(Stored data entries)
"""Issue 17, where the structure is: per-feature p-values with family-wise
error control, locations, exports and the ``nullatlas locate`` command."""
import csv
import json
import os

import numpy as np
import pytest

import nullatlas
from nullatlas.lookup.cli import main
from nullatlas.lookup.features.locate import _filtration
from nullatlas.lookup.features.nulls import EULER_GAMMA, FamilyNull, universal_pvalues
from nullatlas.lookup.features.pairs import cluster_pairs, dual_pairs, loop_pairs_3d, mst_edges
from nullatlas.lookup.features.regions import _adjacency, hole_region, stable_radius
from nullatlas.lookup.persistence.diagram import alpha_diagram

EX = os.path.join(os.path.dirname(os.path.dirname(os.path.abspath(__file__))), "examples")
WAFER = nullatlas.Disk(0, 0, 150)


def _iou(a, b):
    a, b = set(map(int, a)), set(map(int, b))
    return len(a & b) / len(a | b)


# ---------------------------------------------------------------- the pairs and their places

@pytest.mark.parametrize("d,seed", [(2, 1), (2, 2), (3, 3)])
def test_dual_pairs_equal_the_diagram(d, seed):
    """The sweep that keeps creators/destroyers gives exactly the engine's pairs."""
    pts = np.random.default_rng(seed).random((300, d))
    dp = dual_pairs(*_filtration(pts)[:3])
    ours = np.sort(np.stack([dp.birth, dp.death], axis=1), axis=0)
    ref = np.sort(alpha_diagram(pts).finite(d - 1), axis=0)
    assert ours.shape == ref.shape
    np.testing.assert_allclose(ours, ref, rtol=1e-12, atol=0)


def test_unit_square_hole_is_the_square():
    """Unit square: H1 (0.5, sqrt(2)/2) (REFERENCES.md, exact small cases, elementary
    geometry); its hole at birth is the whole square, bounded by all four points."""
    sq = np.array([[0.0, 0.0], [1.0, 0.0], [1.0, 1.0], [0.0, 1.0]])
    fv, ft, tv, tops, fverts = _filtration(sq)
    dp = dual_pairs(fv, ft, tv)
    assert len(dp.birth) == 1
    assert dp.birth[0] == pytest.approx(0.5) and dp.death[0] == pytest.approx(np.sqrt(2) / 2)
    region, bfaces = hole_region(dp, 0)
    assert len(region) == 2                      # both triangles of the square
    assert sorted(np.unique(fverts[bfaces]).tolist()) == [0, 1, 2, 3]


def test_regular_tetrahedron_void():
    """Regular tetrahedron, edge 1: H2 (0.577350, sqrt(3/8) = 0.612372) (REFERENCES.md)."""
    T = np.array([[1, 1, 1], [1, -1, -1], [-1, 1, -1], [-1, -1, 1]], float) / np.sqrt(8)
    dp = dual_pairs(*_filtration(T)[:3])
    assert dp.birth.tolist() == pytest.approx([1 / np.sqrt(3)])
    assert dp.death.tolist() == pytest.approx([np.sqrt(3 / 8)])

Task statement:
The line with "from nullatlas.lookup.features.regions import" marks the end; reproduce exactly every line from the start of the entries up to it, that line included.

The completed task:
"""Issue 17, where the structure is: per-feature p-values with family-wise
error control, locations, exports and the ``nullatlas locate`` command."""
import csv
import json
import os

import numpy as np
import pytest

import nullatlas
from nullatlas.lookup.cli import main
from nullatlas.lookup.features.locate import _filtration
from nullatlas.lookup.features.nulls import EULER_GAMMA, FamilyNull, universal_pvalues
from nullatlas.lookup.features.pairs import cluster_pairs, dual_pairs, loop_pairs_3d, mst_edges
from nullatlas.lookup.features.regions import _adjacency, hole_region, stable_radius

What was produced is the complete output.